## Task requirements
Each line below that carries the string "messages" must appear in the answer.

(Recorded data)

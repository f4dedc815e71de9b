//! The noise model of a release (`noise.toml`): per-backend white noise (EFAC, EQUAD, ECORR),
//! per-pulsar red and chromatic (DM) power laws, and the common process.

use crate::error::{Error, Result};
use crate::spectrum::PowerLaw;
use serde::{Deserialize, Serialize};
use std::collections::BTreeMap;
use std::path::Path;

/// A red process: a power law and, optionally, its own number of Fourier frequencies.
#[derive(Clone, Copy, Debug, PartialEq, Serialize, Deserialize)]
#[serde(deny_unknown_fields)]
pub struct RedProcess {
    pub log10_amplitude: f64,
    pub spectral_index: f64,
    #[serde(default, skip_serializing_if = "Option::is_none")]
    pub n_frequencies: Option<usize>,
}

impl RedProcess {
    /// The power law of this process.
    pub fn power_law(&self) -> PowerLaw {
        PowerLaw {
            log10_amplitude: self.log10_amplitude,
            spectral_index: self.spectral_index,
        }
    }
}

/// White noise of one backend: N_ii = (EFAC sigma_i)^2 + EQUAD^2, plus optional ECORR jitter.
#[derive(Clone, Debug, PartialEq, Serialize, Deserialize)]
#[serde(deny_unknown_fields)]
pub struct WhiteNoise {
    pub backend: String,
    #[serde(default = "one")]
    pub efac: f64,
    #[serde(default, skip_serializing_if = "Option::is_none")]
    pub equad_log10_s: Option<f64>,
    #[serde(default, skip_serializing_if = "Option::is_none")]
    pub ecorr_log10_s: Option<f64>,
}

fn one() -> f64 {
    1.0
}

impl WhiteNoise {
    /// EQUAD in seconds (0 when absent).
    pub fn equad(&self) -> f64 {
        self.equad_log10_s.map_or(0.0, |l| 10f64.powf(l))
    }
    /// ECORR in seconds, if the backend has jitter.
    pub fn ecorr(&self) -> Option<f64> {
        self.ecorr_log10_s.map(|l| 10f64.powf(l))
    }
}

/// The noise of one pulsar.
#[derive(Clone, Debug, Default, PartialEq, Serialize, Deserialize)]
#[serde(deny_unknown_fields)]
pub struct PulsarNoise {
    #[serde(default, skip_serializing_if = "Vec::is_empty")]
    pub white: Vec<WhiteNoise>,
    #[serde(default, skip_serializing_if = "Option::is_none")]
    pub red: Option<RedProcess>,
    #[serde(default, skip_serializing_if = "Option::is_none")]
    pub dm: Option<RedProcess>,
}

impl PulsarNoise {
    /// White-noise parameters of a backend (EFAC 1, no EQUAD, no ECORR when absent).
    pub fn white_for(&self, backend: &str) -> WhiteNoise {
        self.white
            .iter()
            .find(|w| w.backend == backend)
            .cloned()
            .unwrap_or(WhiteNoise {
                backend: backend.to_string(),
                efac: 1.0,
                equad_log10_s: None,
                ecorr_log10_s: None,
            })
    }
}

/// The noise model of a whole release.
#[derive(Clone, Debug, Default, PartialEq, Serialize, Deserialize)]
#[serde(deny_unknown_fields)]
pub struct NoiseModel {
    /// The common process included in every pulsar's auto-power.
    #[serde(default, skip_serializing_if = "Option::is_none")]
    pub common: Option<RedProcess>,
    /// Per-pulsar noise, keyed by label.
    #[serde(default, rename = "pulsar")]
    pub pulsars: BTreeMap<String, PulsarNoise>,
}

impl NoiseModel {
    /// The noise of a pulsar (white noise only, EFAC 1, when absent).
    pub fn pulsar(&self, label: &str) -> PulsarNoise {
        self.pulsars.get(label).cloned().unwrap_or_default()
    }

    /// Parse `noise.toml` text; `path` is used in messages.
    pub fn parse(text: &str, path: &Path) -> Result<NoiseModel> {
        let model: NoiseModel = toml::from_str(text).map_err(|e| toml_error(path, text, &e))?;
        model.validate(path, text)?;
        Ok(model)
    }

    /// Check every number is finite and in range.
    fn validate(&self, path: &Path, text: &str) -> Result<()> {
        let at = |field: String, message: String| {
            let line = find_line(text, &field);
            Error::input(path, line, Some(&field), message)
        };
        if let Some(c) = &self.common {
            check_red(c, "common").map_err(|(f, m)| at(f, m))?;
        }
        for (label, p) in &self.pulsars {
            for (i, w) in p.white.iter().enumerate() {
                let field = format!("pulsar.{label}.white[{i}]");
                if !(w.efac.is_finite() && w.efac > 0.0) {
                    return Err(at(
                        format!("{field}.efac"),
                        format!("EFAC must be a positive number, got {}", w.efac),
                    ));
                }
                for (name, v) in [
                    ("equad_log10_s", w.equad_log10_s),
                    ("ecorr_log10_s", w.ecorr_log10_s),
                ] {
                    if let Some(v) = v {
                        if !v.is_finite() || v > 0.0 {
                            return Err(at(
                                format!("{field}.{name}"),
                                format!("must be a finite log10 of seconds (<= 0), got {v}"),
                            ));
                        }
                    }
                }
                if p.white[..i].iter().any(|o| o.backend == w.backend) {
                    return Err(at(
                        format!("{field}.backend"),
                        format!("backend \"{}\" is given twice", w.backend),
                    ));
                }
            }
            for (name, r) in [("red", &p.red), ("dm", &p.dm)] {
                if let Some(r) = r {
                    check_red(r, &format!("pulsar.{label}.{name}")).map_err(|(f, m)| at(f, m))?;
                }
            }
        }
        Ok(())
    }
}

fn check_red(r: &RedProcess, field: &str) -> std::result::Result<(), (String, String)> {
    if !r.log10_amplitude.is_finite() || r.log10_amplitude > 0.0 {
        return Err((
            format!("{field}.log10_amplitude"),
            format!(
                "must be a finite log10 amplitude (<= 0), got {}",
                r.log10_amplitude
            ),
        ));
    }
    if !r.spectral_index.is_finite() || r.spectral_index <= 0.0 || r.spectral_index > 10.0 {
        return Err((
            format!("{field}.spectral_index"),
            format!("must be in (0, 10], got {}", r.spectral_index),
        ));
    }
    if r.n_frequencies == Some(0) {
        return Err((
            format!("{field}.n_frequencies"),
            "must be at least 1".to_string(),
        ));
    }
    Ok(())
}

/// Best-effort line of a dotted field such as `pulsar.P01.white[0].efac` in TOML text, for
/// messages: the key's line under its own table header if there is one, else the line of the
/// inline table that holds it, else the nearest enclosing table header.
fn find_line(text: &str, field: &str) -> Option<usize> {
    let lines: Vec<&str> = text.lines().collect();
    let is_header = |l: &str| l.trim_start().starts_with('[');
    let key_after = |start: usize, key: &str| -> Option<usize> {
        (start + 1..lines.len())
            .take_while(|&k| !is_header(lines[k]))
            .find(|&k| lines[k].trim_start().starts_with(key))
    };
    let parts: Vec<&str> = field.split('.').collect();
    for cut in (1..=parts.len()).rev() {
        let (table, rest) = parts.split_at(cut);
        let (name, index) = match table[cut - 1].split_once('[') {
            Some((n, i)) => (n, i.trim_end_matches(']').parse::<usize>().ok()),
            None => (table[cut - 1], None),
        };
        let path = table[..cut - 1]
            .iter()
            .copied()
            .chain([name])
            .collect::<Vec<_>>()
            .join(".");
        let header = match index {
            Some(_) => format!("[[{path}]]"),
            None => format!("[{path}]"),
        };
        let found = lines
            .iter()
            .enumerate()
            .filter(|(_, l)| l.trim() == header)
            .map(|(k, _)| k)
            .nth(index.unwrap_or(0));
        if let Some(h) = found {
            let line = rest.first().and_then(|key| key_after(h, key)).unwrap_or(h);
            return Some(line + 1);
        }
        // An inline table or array: `name = ...` under the parent table.
        let parent = format!("[{}]", table[..cut - 1].join("."));
        if let Some(h) = lines.iter().position(|l| l.trim() == parent) {
            if let Some(k) = key_after(h, name) {
                return Some(k + 1);
            }
        }
    }
    None
}

/// Turn a TOML error into an input error with a line number.
pub(crate) fn toml_error(path: &Path, text: &str, e: &toml::de::Error) -> Error {
    let line = e.span().map(|s| line_of(text, s.start));
    Error::input(path, line, None, e.message().trim().to_string())
}

/// 1-based line of a byte offset.
pub(crate) fn line_of(text: &str, offset: usize) -> usize {
    text.as_bytes()[..offset.min(text.len())]
        .iter()
        .filter(|&&c| c == b'\n')
        .count()
        + 1
}

#[cfg(test)]
mod tests {
    use super::*;

    #[test]
    fn parses_a_complete_noise_file() {
        let text = r#"
[common]
log10_amplitude = -14.5
spectral_index = 4.333333333333333

[pulsar.P01]
white = [{ backend = "KAR-L", efac = 1.1, equad_log10_s = -7.0, ecorr_log10_s = -6.5 }]
red = { log10_amplitude = -13.8, spectral_index = 3.0, n_frequencies = 30 }
"#;
        let m = NoiseModel::parse(text, Path::new("noise.toml")).unwrap();
        assert_eq!(m.common.unwrap().log10_amplitude, -14.5);
        let p = m.pulsar("P01");
        assert_eq!(p.white_for("KAR-L").efac, 1.1);
        assert_eq!(p.white_for("OTHER").efac, 1.0);
        assert_eq!(p.red.unwrap().n_frequencies, Some(30));
        let back = toml::to_string(&m).unwrap();
        assert_eq!(NoiseModel::parse(&back, Path::new("x")).unwrap(), m);
    }

    #[test]
    fn rejects_bad_values_with_the_field() {
        let text = "[pulsar.P01]\nwhite = [{ backend = \"A\", efac = -1.0 }]\n";
        let e = NoiseModel::parse(text, Path::new("noise.toml"))
            .unwrap_err()
            .to_string();
        assert!(
            e.contains("noise.toml line 2, field pulsar.P01.white[0].efac"),
            "{e}"
        );
        let e = NoiseModel::parse("[common]\nlog10_amplitude = -14\n", Path::new("n.toml"))
            .unwrap_err()
            .to_string();
        assert!(e.contains("spectral_index"), "{e}");
    }
}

## Result for this task
    /// Parse `noise.toml` text; `path` is used in messages.
/// messages: the key's line under its own table header if there is one, else the line of the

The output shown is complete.